→ YOUR ASSIGNMENT
Among the records below, one line contains "async function stop(): Promise<void>"; copy that line and all that follow it, exactly as written.
======== SUPPLIED DATA
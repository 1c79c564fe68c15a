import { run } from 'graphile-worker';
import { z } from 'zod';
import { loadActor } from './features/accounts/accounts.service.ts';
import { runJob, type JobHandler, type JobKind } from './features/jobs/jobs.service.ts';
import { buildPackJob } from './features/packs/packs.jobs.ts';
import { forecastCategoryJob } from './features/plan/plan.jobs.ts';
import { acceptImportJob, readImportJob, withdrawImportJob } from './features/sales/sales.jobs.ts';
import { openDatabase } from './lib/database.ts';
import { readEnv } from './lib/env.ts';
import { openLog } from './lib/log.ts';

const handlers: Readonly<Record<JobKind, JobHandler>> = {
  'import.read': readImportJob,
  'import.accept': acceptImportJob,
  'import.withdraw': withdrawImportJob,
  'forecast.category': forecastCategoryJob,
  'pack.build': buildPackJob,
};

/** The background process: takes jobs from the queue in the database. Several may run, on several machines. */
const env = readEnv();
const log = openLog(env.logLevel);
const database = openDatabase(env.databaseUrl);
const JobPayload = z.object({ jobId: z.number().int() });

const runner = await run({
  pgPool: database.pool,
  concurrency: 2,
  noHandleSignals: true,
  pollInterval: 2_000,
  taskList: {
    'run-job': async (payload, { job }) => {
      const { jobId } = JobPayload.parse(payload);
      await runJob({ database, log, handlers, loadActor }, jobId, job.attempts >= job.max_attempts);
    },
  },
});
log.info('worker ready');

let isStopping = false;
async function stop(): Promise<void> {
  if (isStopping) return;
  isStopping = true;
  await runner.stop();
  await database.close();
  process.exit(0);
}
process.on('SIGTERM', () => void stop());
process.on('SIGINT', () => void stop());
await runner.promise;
================
→ RESPONSE TO THE TASK
async function stop(): Promise<void> {
  if (isStopping) return;
  isStopping = true;
  await runner.stop();
  await database.close();
  process.exit(0);
}
process.on('SIGTERM', () => void stop());
process.on('SIGINT', () => void stop());
await runner.promise;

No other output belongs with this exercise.